The overall primer length was kept to an average of 20 bases (17–23 bases range) and the overall degeneracy – to below approx ~64. The latter is because higher degeneracy means a lower concentration of any single primer and their quick depletion from the pool of available primers as PCR amplification proceeds. Although the unique primer design allows us to utilise some partially matching primers to boost the effective concentration of the working primer, a degeneracy over ~100 was found to be detrimental in our previous experience. Therefore, in the regions where designed primers did not satisfy the degeneracy criteria, Inosine was substituted at the most highly degenerate positions between 5' end and approximately the middle of the oligonucleotide sequence. Figure 3D shows the actual distribution of Inosine residues for the 22 oligonucleotides of identical length (20-mers) out of the 44 oligonucleotides designed in this study. Figure 2 gives an easy to follow example of the primer design. Table 1 lists all the sequence specific primers designed, to allow the reader to appreciate the range of primer design outcomes.

Table 1

PaBaLiS oligonucleotide primers designed in this study.

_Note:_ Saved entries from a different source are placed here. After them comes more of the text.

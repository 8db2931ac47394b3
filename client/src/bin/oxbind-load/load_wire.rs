//! The load generator's wire side: requests encoded once, before the measured
//! window, and answers checked by walking their protobuf encoding instead of
//! decoding them into messages.
//!
//! A load generator on the same machine as the server takes CPU from it; this
//! keeps the generator's share small, so that the figures are the server's.
//! The checks are still real: every answer is walked to its end, every batch
//! item must hold a response with a saturation strictly between 0 and 1, or
//! an error (counted by its code).

use oxbind_client::Code;
use prost::{
    bytes::{Buf, BufMut, Bytes},
    encoding::{decode_key, decode_varint, skip_field, DecodeContext, WireType},
};
use tonic::{
    codec::{Codec, DecodeBuf, Decoder, EncodeBuf, Encoder},
    Status,
};

/// A codec that sends and receives message bytes as they are.
#[derive(Debug, Clone, Copy, Default)]
pub(crate) struct EncodedCodec;

impl Codec for EncodedCodec {
    type Encode = Bytes;
    type Decode = Bytes;
    type Encoder = EncodedCodec;
    type Decoder = EncodedCodec;

    fn encoder(&mut self) -> Self::Encoder {
        EncodedCodec
    }

    fn decoder(&mut self) -> Self::Decoder {
        EncodedCodec
    }
}

impl Encoder for EncodedCodec {
    type Item = Bytes;
    type Error = Status;

    fn encode(&mut self, item: Bytes, dst: &mut EncodeBuf<'_>) -> Result<(), Status> {
        dst.put(item);
        Ok(())
    }
}

impl Decoder for EncodedCodec {
    type Item = Bytes;
    type Error = Status;

    fn decode(&mut self, src: &mut DecodeBuf<'_>) -> Result<Option<Bytes>, Status> {
        let len = src.remaining();
        Ok(Some(src.copy_to_bytes(len)))
    }
}

/// Why an answer did not pass its check.
#[derive(Debug, Clone, Copy, PartialEq, Eq)]
pub(crate) enum BadAnswer {
    /// The bytes are not a well-formed protobuf message.
    Malformed,
    /// A required field is missing, or a saturation lies outside (0, 1).
    Unexpected,
}

impl BadAnswer {
    /// The label the report counts it under.
    pub(crate) fn label(self) -> &'static str {
        match self {
            BadAnswer::Malformed => "MALFORMED_ANSWER",
            BadAnswer::Unexpected => "UNEXPECTED_ANSWER",
        }
    }
}

/// Field numbers of the messages walked (from `proto/oxbind/v1/*.proto` and
/// `grpc/health/v1/health.proto`).
mod field {
    /// `SaturationFromTensionResponse.saturation_fraction` (double).
    pub(super) const SATURATION_FRACTION: u32 = 1;
    /// `BatchSaturationFromTensionResponse.results` (repeated message).
    pub(super) const BATCH_RESULTS: u32 = 1;
    /// `SaturationFromTensionResult.response` (message).
    pub(super) const RESULT_RESPONSE: u32 = 1;
    /// `SaturationFromTensionResult.error` (`google.rpc.Status`).
    pub(super) const RESULT_ERROR: u32 = 2;
    /// `google.rpc.Status.code` (int32).
    pub(super) const STATUS_CODE: u32 = 1;
    /// `grpc.health.v1.HealthCheckResponse.status` (enum).
    pub(super) const HEALTH_STATUS: u32 = 1;
}

/// `grpc.health.v1.HealthCheckResponse.ServingStatus.SERVING`.
const HEALTH_SERVING: u64 = 1;

/// Walk one message, calling `on_field` for each field with its number, wire
/// type and (for length-delimited fields) its bytes; other fields are read by
/// `on_field` from the buffer or skipped.
fn walk(
    mut buf: &[u8],
    mut on_field: impl FnMut(u32, WireType, &mut &[u8]) -> Result<bool, BadAnswer>,
) -> Result<(), BadAnswer> {
    while buf.has_remaining() {
        let (tag, wire_type) = decode_key(&mut buf).map_err(|_| BadAnswer::Malformed)?;
        if !on_field(tag, wire_type, &mut buf)? {
            skip_field(wire_type, tag, &mut buf, DecodeContext::default())
                .map_err(|_| BadAnswer::Malformed)?;
        }
    }
    Ok(())
}

/// The bytes of a length-delimited field at the head of `buf`, advancing past it.
fn take_delimited<'a>(buf: &mut &'a [u8]) -> Result<&'a [u8], BadAnswer> {
    let len = usize::try_from(decode_varint(buf).map_err(|_| BadAnswer::Malformed)?)
        .map_err(|_| BadAnswer::Malformed)?;
    if len > buf.len() {
        return Err(BadAnswer::Malformed);
    }
    let (head, rest) = buf.split_at(len);
    *buf = rest;
    Ok(head)
}

/// Check a `SaturationFromTensionResponse`: its saturation lies in (0, 1).
pub(crate) fn check_saturation_response(bytes: &[u8]) -> Result<(), BadAnswer> {
    let mut saturation = None;
    walk(bytes, |tag, wire_type, buf| {
        if tag == field::SATURATION_FRACTION && wire_type == WireType::SixtyFourBit {
            if buf.remaining() < 8 {
                return Err(BadAnswer::Malformed);
            }
            saturation = Some(buf.get_f64_le());
            return Ok(true);
        }
        Ok(false)
    })?;
    match saturation {
        Some(s) if s > 0.0 && s < 1.0 => Ok(()),
        _ => Err(BadAnswer::Unexpected),
    }
}

/// What a batch answer held.
#[derive(Debug, Default, Clone, PartialEq, Eq)]
pub(crate) struct BatchTally {
    /// Items with a response that passed its check.
    pub(crate) computed: u64,
    /// Items refused, by status code.
    pub(crate) refused: Vec<Code>,
    /// Items with neither a checked response nor an error.
    pub(crate) bad: u64,
}

impl BatchTally {
    /// Every item: computed, refused or bad.
    pub(crate) fn items(&self) -> u64 {
        self.computed + self.refused.len() as u64 + self.bad
    }
}

/// Check a `BatchSaturationFromTensionResponse`, item by item.
pub(crate) fn check_batch_response(bytes: &[u8]) -> Result<BatchTally, BadAnswer> {
    let mut tally = BatchTally::default();
    walk(bytes, |tag, wire_type, buf| {
        if tag != field::BATCH_RESULTS || wire_type != WireType::LengthDelimited {
            return Ok(false);
        }
        let item = take_delimited(buf)?;
        match check_item(item)? {
            ItemOutcome::Computed => tally.computed += 1,
            ItemOutcome::Refused(code) => tally.refused.push(code),
            ItemOutcome::Bad => tally.bad += 1,
        }
        Ok(true)
    })?;
    Ok(tally)
}

enum ItemOutcome {
    Computed,
    Refused(Code),
    Bad,
}

fn check_item(item: &[u8]) -> Result<ItemOutcome, BadAnswer> {
    let mut outcome = ItemOutcome::Bad;
    walk(item, |tag, wire_type, buf| {
        if wire_type != WireType::LengthDelimited {
            return Ok(false);
        }
        match tag {
            field::RESULT_RESPONSE => {
                let response = take_delimited(buf)?;
                outcome = match check_saturation_response(response) {
                    Ok(()) => ItemOutcome::Computed,
                    Err(BadAnswer::Unexpected) => ItemOutcome::Bad,
                    Err(malformed) => return Err(malformed),
                };
                Ok(true)
            }
            field::RESULT_ERROR => {
                let status = take_delimited(buf)?;
                outcome = ItemOutcome::Refused(status_code(status)?);
                Ok(true)
            }
            _ => Ok(false),
        }
    })?;
    Ok(outcome)
}

fn status_code(status: &[u8]) -> Result<Code, BadAnswer> {
    let mut code = 0i32;
    walk(status, |tag, wire_type, buf| {
        if tag == field::STATUS_CODE && wire_type == WireType::Varint {
            // int32 on the wire: a negative value is sign-extended to 64 bits.
            code = decode_varint(buf).map_err(|_| BadAnswer::Malformed)? as i32;
            return Ok(true);
        }
        Ok(false)
    })?;
    Ok(Code::from(code))
}

/// Check a `grpc.health.v1.HealthCheckResponse`: SERVING.
pub(crate) fn check_health_response(bytes: &[u8]) -> Result<(), BadAnswer> {
    let mut serving = false;
    walk(bytes, |tag, wire_type, buf| {
        if tag == field::HEALTH_STATUS && wire_type == WireType::Varint {
            serving = decode_varint(buf).map_err(|_| BadAnswer::Malformed)? == HEALTH_SERVING;
            return Ok(true);
        }
        Ok(false)
    })?;
    if serving {
        Ok(())
    } else {
        Err(BadAnswer::Unexpected)
    }
}

/// Encode `message` once, for sending as it is.
pub(crate) fn encode(message: &impl prost::Message) -> Bytes {
    Bytes::from(message.encode_to_vec())
}

#[cfg(test)]
mod tests {
    use super::*;
    use oxbind_client::v1::{
        saturation_from_tension_result::Result as Outcome, BatchSaturationFromTensionResponse,
        SaturationFromTensionResponse, SaturationFromTensionResult,
    };
    use prost::Message;

    fn computed(saturation: f64) -> SaturationFromTensionResult {
        SaturationFromTensionResult {
            result: Some(Outcome::Response(SaturationFromTensionResponse {
                saturation_fraction: saturation,
                hill_slope: 2.7,
                ..Default::default()
            })),
            shared_provenance_index: 1,
        }
    }

    #[test]
    fn a_batch_answer_is_counted_item_by_item() {
        let refused = SaturationFromTensionResult {
            result: Some(Outcome::Error(oxbind_proto::google::rpc::Status {
                code: Code::InvalidArgument as i32,
                message: "po2.value: outside".into(),
                details: vec![],
            })),
            shared_provenance_index: 0,
        };
        let answer = BatchSaturationFromTensionResponse {
            results: vec![
                computed(0.9),
                refused,
                computed(1.5),
                SaturationFromTensionResult::default(),
            ],
            shared_provenance: vec![Default::default()],
        };
        let tally = check_batch_response(&answer.encode_to_vec()).expect("well formed");
        assert_eq!(tally.computed, 1);
        assert_eq!(tally.refused, vec![Code::InvalidArgument]);
        // The saturation of 1.5 and the empty result.
        assert_eq!(tally.bad, 2);
        assert_eq!(tally.items(), 4);
    }

    #[test]
    fn a_truncated_answer_is_malformed() {
        let answer = BatchSaturationFromTensionResponse {
            results: vec![computed(0.5)],
            shared_provenance: vec![],
        };
        let bytes = answer.encode_to_vec();
        assert_eq!(
            check_batch_response(&bytes[..bytes.len() - 3]),
            Err(BadAnswer::Malformed)
        );
    }

    #[test]
    fn a_single_answer_needs_a_saturation_inside_0_and_1() {
        let ok = SaturationFromTensionResponse {
            saturation_fraction: 0.97,
            ..Default::default()
        };
        assert_eq!(check_saturation_response(&ok.encode_to_vec()), Ok(()));
        let zero = SaturationFromTensionResponse::default();
        assert_eq!(
            check_saturation_response(&zero.encode_to_vec()),
            Err(BadAnswer::Unexpected)
        );
    }

    #[test]
    fn health_must_be_serving() {
        let serving = oxbind_client::health::HealthCheckResponse { status: 1 };
        assert_eq!(check_health_response(&serving.encode_to_vec()), Ok(()));
        let not = oxbind_client::health::HealthCheckResponse { status: 2 };
        assert_eq!(
            check_health_response(&not.encode_to_vec()),
            Err(BadAnswer::Unexpected)
        );
    }
}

We can summarise the key advantages of PaBaliS over CODEHOP as follows:

i. highest specificity of annealing and amplification due to low (or absence) of degeneracy at 3' end,

ii. less stringent requirements for the length and composition of the protein consensus sequence, which in PaBaLiS is at the 3' end and is generally shorter than the equivalent "non-degenerate consensus clamp" 5' region in CODEHOP.

iii. PaBaLiS design allows avoidance of dimer formation (through non-specific annealing) since 3' ends are unique non-degenerate sequences and can be easily designed not to dimerise: in contrast to CODEHOP, where all primers will find their complementary 3' pair and will tend to dimerise (leading to quick depletion of the primer pool, non specific priming and poor amplification).

iv. PaBaLiS primers have lower degeneracy overall, and even primers with a few mismatching positions will be able to anneal specifically and continue amplification at later stages of the amplification, when the 100% matching primers are exhausted

v. PaBaLiS primer design yields a larger fraction of primers with no mismatches at the 3' end (meaning that all primers have specific 3' ends, which is most important for the specificity and efficiency of amplification).

vi. PaBaLiS primers have fewer mismatches in the middle of the primer (since degeneracy is allowed) and therefore higher overall hybrid forming stability (unlike CODEHOP where mismatches are possible in the middle of the primer, thus destabilising the hybrids).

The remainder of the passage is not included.